• [Task prompt]: Every line containing "AppState" should be copied out. Go through the entries and find them.

• [Exercise data]:
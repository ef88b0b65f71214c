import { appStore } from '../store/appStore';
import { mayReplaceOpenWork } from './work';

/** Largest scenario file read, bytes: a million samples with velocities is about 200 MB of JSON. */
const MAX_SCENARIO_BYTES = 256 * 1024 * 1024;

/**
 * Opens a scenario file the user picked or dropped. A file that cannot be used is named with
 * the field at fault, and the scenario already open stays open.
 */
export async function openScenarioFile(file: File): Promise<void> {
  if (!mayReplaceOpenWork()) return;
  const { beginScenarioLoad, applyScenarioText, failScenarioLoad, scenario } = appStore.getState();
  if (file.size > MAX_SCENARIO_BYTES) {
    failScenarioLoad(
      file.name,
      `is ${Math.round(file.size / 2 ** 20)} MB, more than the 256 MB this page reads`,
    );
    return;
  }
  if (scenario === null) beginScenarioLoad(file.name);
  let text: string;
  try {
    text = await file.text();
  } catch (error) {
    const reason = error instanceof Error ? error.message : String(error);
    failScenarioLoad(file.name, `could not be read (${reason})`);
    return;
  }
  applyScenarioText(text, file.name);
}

* * *

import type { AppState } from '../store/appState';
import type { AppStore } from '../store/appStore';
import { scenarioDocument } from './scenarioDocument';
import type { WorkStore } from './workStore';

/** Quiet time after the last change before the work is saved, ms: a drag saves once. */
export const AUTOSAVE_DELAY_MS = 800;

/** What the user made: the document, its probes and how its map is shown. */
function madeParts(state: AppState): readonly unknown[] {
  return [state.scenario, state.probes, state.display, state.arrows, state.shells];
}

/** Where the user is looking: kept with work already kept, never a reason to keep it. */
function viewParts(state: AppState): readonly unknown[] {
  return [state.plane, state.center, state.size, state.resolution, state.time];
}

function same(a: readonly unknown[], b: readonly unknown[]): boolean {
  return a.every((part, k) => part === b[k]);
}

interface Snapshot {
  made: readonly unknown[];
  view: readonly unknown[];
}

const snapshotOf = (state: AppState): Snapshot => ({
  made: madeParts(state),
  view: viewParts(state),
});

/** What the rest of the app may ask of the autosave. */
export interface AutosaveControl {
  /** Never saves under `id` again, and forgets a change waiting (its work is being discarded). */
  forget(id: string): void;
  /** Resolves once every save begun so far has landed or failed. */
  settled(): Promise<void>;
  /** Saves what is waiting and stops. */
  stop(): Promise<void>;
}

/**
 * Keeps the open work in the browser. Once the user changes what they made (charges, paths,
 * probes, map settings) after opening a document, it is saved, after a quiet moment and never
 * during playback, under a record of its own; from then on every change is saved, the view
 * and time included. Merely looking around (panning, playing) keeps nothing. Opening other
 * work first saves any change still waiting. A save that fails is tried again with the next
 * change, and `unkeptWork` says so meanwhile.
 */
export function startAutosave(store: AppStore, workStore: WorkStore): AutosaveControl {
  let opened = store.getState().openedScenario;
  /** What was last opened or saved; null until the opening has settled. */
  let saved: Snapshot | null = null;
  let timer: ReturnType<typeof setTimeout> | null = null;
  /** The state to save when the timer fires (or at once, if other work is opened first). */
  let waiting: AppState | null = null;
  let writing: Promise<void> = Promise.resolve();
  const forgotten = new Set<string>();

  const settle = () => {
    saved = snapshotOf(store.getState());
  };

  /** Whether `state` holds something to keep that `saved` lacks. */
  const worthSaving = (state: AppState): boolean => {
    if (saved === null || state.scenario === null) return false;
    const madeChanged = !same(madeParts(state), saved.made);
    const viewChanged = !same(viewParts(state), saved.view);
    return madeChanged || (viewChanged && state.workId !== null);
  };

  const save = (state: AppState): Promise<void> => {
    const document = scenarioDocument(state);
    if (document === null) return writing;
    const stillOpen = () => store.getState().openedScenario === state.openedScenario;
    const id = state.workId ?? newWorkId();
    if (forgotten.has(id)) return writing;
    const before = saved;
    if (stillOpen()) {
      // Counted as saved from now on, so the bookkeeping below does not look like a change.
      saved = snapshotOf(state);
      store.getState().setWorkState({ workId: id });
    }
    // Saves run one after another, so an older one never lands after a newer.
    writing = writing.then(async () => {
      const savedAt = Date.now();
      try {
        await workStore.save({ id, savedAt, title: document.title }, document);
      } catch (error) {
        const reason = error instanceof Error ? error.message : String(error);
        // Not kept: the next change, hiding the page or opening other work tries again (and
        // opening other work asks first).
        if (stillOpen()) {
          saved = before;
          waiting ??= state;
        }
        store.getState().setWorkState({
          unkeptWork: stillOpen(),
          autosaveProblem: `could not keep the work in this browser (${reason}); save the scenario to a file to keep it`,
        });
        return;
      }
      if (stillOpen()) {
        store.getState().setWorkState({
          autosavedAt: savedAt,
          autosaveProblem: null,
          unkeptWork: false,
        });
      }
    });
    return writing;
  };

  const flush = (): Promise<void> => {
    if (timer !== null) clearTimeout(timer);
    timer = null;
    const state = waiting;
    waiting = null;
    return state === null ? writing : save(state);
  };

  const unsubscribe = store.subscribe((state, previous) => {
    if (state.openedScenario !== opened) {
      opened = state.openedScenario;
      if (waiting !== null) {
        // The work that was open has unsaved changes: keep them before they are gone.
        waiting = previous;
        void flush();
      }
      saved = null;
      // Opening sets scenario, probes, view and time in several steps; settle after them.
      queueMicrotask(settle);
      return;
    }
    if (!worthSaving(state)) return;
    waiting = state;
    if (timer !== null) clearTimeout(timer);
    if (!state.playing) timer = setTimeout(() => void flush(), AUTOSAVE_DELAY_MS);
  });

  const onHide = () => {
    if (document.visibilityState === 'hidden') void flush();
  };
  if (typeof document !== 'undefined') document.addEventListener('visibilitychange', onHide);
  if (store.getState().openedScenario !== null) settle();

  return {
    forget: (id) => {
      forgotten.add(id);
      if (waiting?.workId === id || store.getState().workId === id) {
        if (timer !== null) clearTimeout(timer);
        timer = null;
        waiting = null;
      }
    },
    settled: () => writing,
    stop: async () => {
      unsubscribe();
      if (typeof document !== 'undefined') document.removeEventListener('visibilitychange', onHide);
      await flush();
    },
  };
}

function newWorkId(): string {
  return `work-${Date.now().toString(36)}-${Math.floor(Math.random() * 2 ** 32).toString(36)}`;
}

• [Exercise output]:
import type { AppState } from '../store/appState';
function madeParts(state: AppState): readonly unknown[] {
function viewParts(state: AppState): readonly unknown[] {
const snapshotOf = (state: AppState): Snapshot => ({
  let waiting: AppState | null = null;
  const worthSaving = (state: AppState): boolean => {
  const save = (state: AppState): Promise<void> => {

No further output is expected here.